The unfurling sky known only as ‘Elle’ hung over the world of things briefly as her once vertical body had become a horizontal mirror to their reality. The hanging white sky had patch work clouds made of shadows mocking the objects around the room on her back. The distant and unknown mockeries of real things grew bigger and in so doing, marked the acceleration of a woman caught in gravity plummeting onto the world of things.
The desk was alive with passion and heat. What objects were lucky enough to roll of the edge could only imagine the reality of those left under the soft flesh of the fallen sky. The lamp tipped, landing on its switch, and turning on with a flash of brilliance. Meanwhile, the only thing standing on the desk was the globe who supported an upside down atlas on its brass top. The pages marked where some forgotten traveler once peered allowing the waters of the Mediterranean to become alive to his eyes, before turning them over and making them the sky atop the globe, whose base now found itself intimately close with the nape of the young woman’s neck.

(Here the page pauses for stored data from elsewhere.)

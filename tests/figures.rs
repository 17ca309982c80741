//! The figures beyond separation, held against the simulated model's exact
//! values and against published ones: band and A-weighted noise, dynamic
//! range, SINAD/THD/ENOB of the driven channel, the stimulus clock offset,
//! jitter-limited SNR, the coupling mechanism, out-of-band overload.

mod common;
use common::*;
use std::collections::HashMap;

fn run(w: &Workdir, edits: &[(&str, &str)]) {
    let m = w.model("m.toml", edits);
    w.ok(&[
        "simulate",
        "-q",
        "--out",
        "run",
        "--model",
        m.to_str().unwrap(),
    ]);
    w.ok(&["analyze", "-q", "run", "--out", "res"]);
}

fn by_key(
    rows: Vec<HashMap<String, String>>,
    keys: &[&str],
) -> HashMap<String, HashMap<String, String>> {
    rows.into_iter()
        .map(|r| {
            (
                keys.iter()
                    .map(|k| r[*k].clone())
                    .collect::<Vec<_>>()
                    .join("/"),
                r,
            )
        })
        .collect()
}

/// Band-limited and A-weighted floors and the driven channel's SINAD, THD
/// and ENOB in the built-in scenario.
#[test]
fn noise_bands_and_drive_quality_match_the_model() {
    let w = Workdir::new();
    run(
        &w,
        &[(
            "harmonics_dbc = [-100.0, -106.0, -115.0]",
            "harmonics_dbc = [-70.0, -80.0, -95.0]",
        )],
    );
    let chans = read_csv(&w.path("res/channels.csv"));
    let exp = read_csv(&w.path("run/model/expected-channels.csv"));
    for (m, e) in chans.iter().zip(&exp) {
        let usable = num(m, "noise_0Hz_18750Hz_dbfs");
        assert!(
            (usable - num(e, "usable_noise_dbfs")).abs() < 0.3,
            "ch {}: {usable}",
            m["channel"]
        );
        let a = num(m, "noise_a_weighted_20Hz_20kHz_dbfs");
        assert!(
            (a - num(e, "a_weighted_noise_dbfs")).abs() < 0.3,
            "ch {}: A {a}",
            m["channel"]
        );
        assert!((num(m, "dynamic_range_db") + num(e, "noise_floor_dbfs")).abs() < 0.5);
    }
    let drive = by_key(
        read_csv(&w.path("res/drive.csv")),
        &["frequency_hz", "channel"],
    );
    let exp = read_csv(&w.path("run/model/expected-drive.csv"));
    assert_eq!(drive.len(), exp.len());
    for e in &exp {
        let m = &drive[&format!("{}/{}", e["frequency_hz"], e["channel"])];
        let what = format!("{} Hz ch {}", e["frequency_hz"], e["channel"]);
        assert!(
            (num(m, "sinad_db") - num(e, "sinad_db")).abs() < 0.2,
            "{what}: SINAD {} vs {}",
            m["sinad_db"],
            e["sinad_db"]
        );
        assert!(
            (num(m, "enob_bits") - num(e, "enob_bits")).abs() < 0.04,
            "{what}: ENOB"
        );
        if e["thd_db"].is_empty() {
            assert_eq!(m["thd_db"], "", "{what}");
        } else {
            assert!(
                (num(m, "thd_db") - num(e, "thd_db")).abs() < 0.1,
                "{what}: THD {} vs {}",
                m["thd_db"],
                e["thd_db"]
            );
            // The 2nd harmonic at −70 dBc is the largest spur.
            assert!(
                (num(m, "sfdr_db") - 70.0).abs() < 0.1,
                "{what}: SFDR {}",
                m["sfdr_db"]
            );
        }
        assert!(
            num(m, "clock_offset_ppm").abs() <= num(m, "clock_offset_u95_ppm") * 2.5 + 1e-6,
            "{what}"
        );
    }
}

/// An ideal 16-bit converter with triangular dither, a −1 dBFS tone: noise is
/// Q²/12 of rounding plus Q²/6 of dither, so SINAD = 6.02·16 + 1.76 − 1 −
/// 10·log10(3) = 92.32 dB (Analog Devices MT-001 for the 6.02N + 1.76 dB
/// rule; the dither's share computed) and ENOB = 16 − log2(√3) = 15.21 bits.
#[test]
fn ideal_sixteen_bit_converter() {
    let w = Workdir::new();
    run(
        &w,
        &[
            ("bits = 24", "bits = 16"),
            ("wav = \"int24\"", "wav = \"int16\""),
            ("noise_dbfs = -118.0", "noise_dbfs = -200.0"),
            ("noise_spread_db = 1.0", "noise_spread_db = 0.0"),
            (
                "harmonics_dbc = [-100.0, -106.0, -115.0]",
                "harmonics_dbc = []",
            ),
            ("levels_dbfs = [-128.0, -134.0, -140.0]", "levels_dbfs = []"),
            ("jitter_rms_s = 20e-12", "jitter_rms_s = 0.0"),
            ("noise_dbfs = -112.0", "noise_dbfs = -200.0"),
            ("gain_spread_db = 0.05", "gain_spread_db = 0.0"),
        ],
    );
    for d in read_csv(&w.path("res/drive.csv")) {
        assert!((num(&d, "sinad_db") - 92.32).abs() < 0.1, "{d:?}");
        assert!((num(&d, "enob_bits") - 15.208).abs() < 0.02, "{d:?}");
    }
    // The idle floor is Q/2 rms: 20·log10(2^-15/2·√2) = −93.32 dBFS (computed).
    for c in read_csv(&w.path("res/channels.csv")) {
        assert!((num(&c, "noise_floor_dbfs") + 93.32).abs() < 0.1, "{c:?}");
        assert!((num(&c, "dynamic_range_db") - 93.32).abs() < 0.1, "{c:?}");
    }
}

/// 1 ns of sampling jitter limits a 16 kHz tone to −20·log10(2π·f·σt) =
/// 79.9 dB (Analog Devices MT-007), whatever else is quiet.
#[test]
fn jitter_limits_sinad_at_high_frequency() {
    let w = Workdir::new();
    run(
        &w,
        &[
            ("jitter_rms_s = 20e-12", "jitter_rms_s = 1e-9"),
            (
                "preferred_hz = [125.0, 1000.0, 4000.0, 16000.0]",
                "frequencies_hz = [16000.0]\npreferred_hz = []",
            ),
            ("noise_dbfs = -118.0", "noise_dbfs = -150.0"),
            ("noise_dbfs = -112.0", "noise_dbfs = -150.0"),
        ],
    );
    let expected = septum::dsp::level::jitter_snr_db(16_000.0, 1e-9);
    assert!((expected - 79.96).abs() < 0.01);
    for d in read_csv(&w.path("res/drive.csv")) {
        assert!((num(&d, "sinad_db") - expected).abs() < 0.3, "{d:?}");
        assert!(
            (num(&d, "jitter_snr_db") - septum::dsp::level::jitter_snr_db(16_000.0, 100e-12)).abs()
                < 0.01
        );
    }
}

/// An external generator 250 ppm fast: the offset is measured within its uncertainty.
#[test]
fn clock_offset_is_measured() {
    let w = Workdir::new();
    run(
        &w,
        &[("generator_offset_ppm = 0.0", "generator_offset_ppm = 250.0")],
    );
    for d in read_csv(&w.path("res/drive.csv")) {
        let (ppm, u) = (num(&d, "clock_offset_ppm"), num(&d, "clock_offset_u95_ppm"));
        assert!((ppm - 250.0).abs() <= 2.5 * u.max(1e-4), "{d:?}");
        assert!(u < 0.05, "{d:?}");
    }
}

/// Pure mechanisms: neighbours coupled only through a shared impedance,
/// inputs further apart only capacitively (20 dB per decade: Ott, Noise
/// Reduction Techniques in Electronic Systems, ch. 2), one pair with both.
#[test]
fn coupling_mechanism_is_named() {
    let w = Workdir::new();
    run(
        &w,
        &[
            (
                "adjacent_capacitive_db = -104.0",
                "adjacent_capacitive_db = -300.0",
            ),
            ("far_shared_db = -150.0", "far_shared_db = -300.0"),
            ("far_capacitive_db = -124.0", "far_capacitive_db = -110.0"),
            ("capacitive_step_db = 8.0", "capacitive_step_db = 2.0"),
            ("adjacent_shared_db = -122.0", "adjacent_shared_db = -105.0"),
            (
                "shared_db = -112.0\ncapacitive_db = -97.0",
                "shared_db = -100.0\ncapacitive_db = -110.0",
            ),
        ],
    );
    let fits = by_key(
        read_csv(&w.path("res/coupling.csv")),
        &["aggressor", "victim"],
    );
    let exp = by_key(
        read_csv(&w.path("run/model/expected-coupling.csv")),
        &["aggressor", "victim"],
    );
    let mut checked = (0, 0, 0);
    for (k, f) in &fits {
        let (a, v): (u32, u32) = {
            let mut it = k.split('/').map(|x| x.parse().unwrap());
            (it.next().unwrap(), it.next().unwrap())
        };
        if num(f, "points") < 4.0 {
            continue;
        }
        let e = &exp[k];
        match (a, v) {
            (4, 5) | (5, 4) => {
                assert_eq!(f["mechanism"], "mixed", "{k}");
                assert!(
                    (num(f, "shared_db") - num(e, "shared_db")).abs() < 0.3,
                    "{k}: {f:?}"
                );
                assert!(
                    (num(f, "rising_db_at_1khz") - num(e, "rising_db_at_1khz")).abs() < 0.3,
                    "{k}: {f:?}"
                );
                checked.2 += 1;
            }
            _ if a.abs_diff(v) == 1 => {
                assert_eq!(f["mechanism"], "shared-impedance", "{k}: {f:?}");
                assert!(num(f, "slope_db_per_decade").abs() < 0.5, "{k}: {f:?}");
                assert!(
                    (num(f, "shared_db") - num(e, "shared_db")).abs() < 0.2,
                    "{k}: {f:?}"
                );
                checked.0 += 1;
            }
            _ => {
                assert_eq!(f["mechanism"], "capacitive-or-inductive", "{k}: {f:?}");
                assert!(
                    (num(f, "slope_db_per_decade") - 20.0).abs() < 0.5,
                    "{k}: {f:?}"
                );
                assert!(
                    (num(f, "rising_db_at_1khz") - num(e, "rising_db_at_1khz")).abs() < 0.3,
                    "{k}: {f:?}"
                );
                checked.1 += 1;
            }
        }
    }
    assert!(
        checked.0 >= 10 && checked.1 >= 10 && checked.2 == 2,
        "{checked:?}"
    );
    assert!(w.path("res/coupling-matrix.csv").exists());
}

/// A strong component above the usable band on one victim is flagged.
#[test]
fn out_of_band_overload_is_flagged() {
    use septum::run::{read_capture, write_capture, WavFormat};
    let w = Workdir::new();
    run(
        &w,
        &[
            (
                "preferred_hz = [125.0, 1000.0, 4000.0, 16000.0]",
                "frequencies_hz = [1000.0]\npreferred_hz = []",
            ),
            ("record_samples = 65536", "record_samples = 16384"),
            ("idle_samples = 65536", "idle_samples = 16384"),
        ],
    );
    let cap = w.path("run/captures/002-drive-ch2-1000Hz.wav");
    let c = read_capture(&cap, 8, 48_000).unwrap();
    let mut chans: Vec<Vec<f64>> = c
        .channels
        .iter()
        .map(|ch| ch.iter().map(|v| f64::from(*v)).collect())
        .collect();
    for (n, v) in chans[6].iter_mut().enumerate() {
        *v += 0.5 * (2.0 * std::f64::consts::PI * 21_500.0 * n as f64 / 48_000.0).sin();
    }
    write_capture(&cap, &chans, 48_000, WavFormat::Int24).unwrap();
    w.ok(&["analyze", "-q", "run", "--out", "res", "--force"]);
    let s: serde_json::Value =
        serde_json::from_str(&std::fs::read_to_string(w.path("res/summary.json")).unwrap())
            .unwrap();
    let oob: Vec<_> = s["warnings"]
        .as_array()
        .unwrap()
        .iter()
        .filter(|w| w["kind"] == "out-of-band")
        .collect();
    assert_eq!(oob.len(), 1, "{oob:?}");
    assert_eq!(oob[0]["channel"], 7);
    assert!(
        oob[0]["message"].as_str().unwrap().contains("-6.0 dBFS"),
        "{oob:?}"
    );
}

/// The common-drive step: gain match and skew against the reference input,
/// with inputs sampling at spread instants and one on a late converter.
#[test]
fn gain_match_and_skew_from_a_common_drive() {
    let w = Workdir::new();
    run(
        &w,
        &[
            ("skew_spread_us = 0.0", "skew_spread_us = 0.3"),
            (
                "frequencies_hz = [997.0]\nlevel_dbfs = -6.0\nreference_channel = 1",
                "frequencies_hz = [997.0, 15000.0]\nlevel_dbfs = -6.0\nreference_channel = 3",
            ),
            (
                "preferred_hz = [125.0, 1000.0, 4000.0, 16000.0]",
                "frequencies_hz = [1000.0]\npreferred_hz = []",
            ),
        ],
    );
    let got = by_key(
        read_csv(&w.path("res/common-drive.csv")),
        &["frequency_hz", "channel"],
    );
    let exp = read_csv(&w.path("run/model/expected-common.csv"));
    assert_eq!(got.len(), 16);
    for e in &exp {
        let g = &got[&format!("{}/{}", e["frequency_hz"], e["channel"])];
        assert_eq!(g["reference"], "3");
        let what = format!("{} Hz ch {}", e["frequency_hz"], e["channel"]);
        let du = num(g, "gain_u95_db") * 2.5 + 1e-4;
        assert!(
            (num(g, "gain_db") - num(e, "gain_db")).abs() <= du,
            "{what}: {g:?}"
        );
        let su = num(g, "skew_u95_us") * 2.5 + 1e-4;
        assert!(
            (num(g, "skew_us") - num(e, "skew_us")).abs() <= su,
            "{what}: {} vs {}",
            g["skew_us"],
            e["skew_us"]
        );
    }
}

Beneath a rolling white sky the spines of several books cracked. Sweat caused thin pages to stick to flesh – Shakespeare’s Tempest clinging to the posterior of the whispered ‘Elle’. Her head gently forced up by a thick anthology of Plato’s complete works. Her back arching over volumes of assorted poetry. The rest of her bed was too dense to be described here. The still erect bronze sun stood over her, reaching his fingers down to pluck a single page from a book, pinned while escaping, just out of reach of her left bosom.
He read aloud: “I have awakened from the death of absence, my Elle! my spirit arises, strengthened, as from sleep”. His other hand ran over soft stomach and rested on her hip. It was now, as she hanged limply over the antique desk like Dido, that she gained the strength of Antaeus. The leviathan’s again awoke and met the man’s eyes.
She whispered: “A sin so sweet, I think I shall indulge twice”. The two lay together. A day had passed, and now a night. The room had only one inhabitant again. On the second day the morning appeared in the window of the old study and the woman was alone. As if it had all been a dream, but it had not. She turned the paper in her hand over, and read aloud: “‘Silly! what is parting?’ she whispered mysteriously, with the smile of an immortal”. She allowed the paper to float to the ground. “Parting is such sweet sorrow.”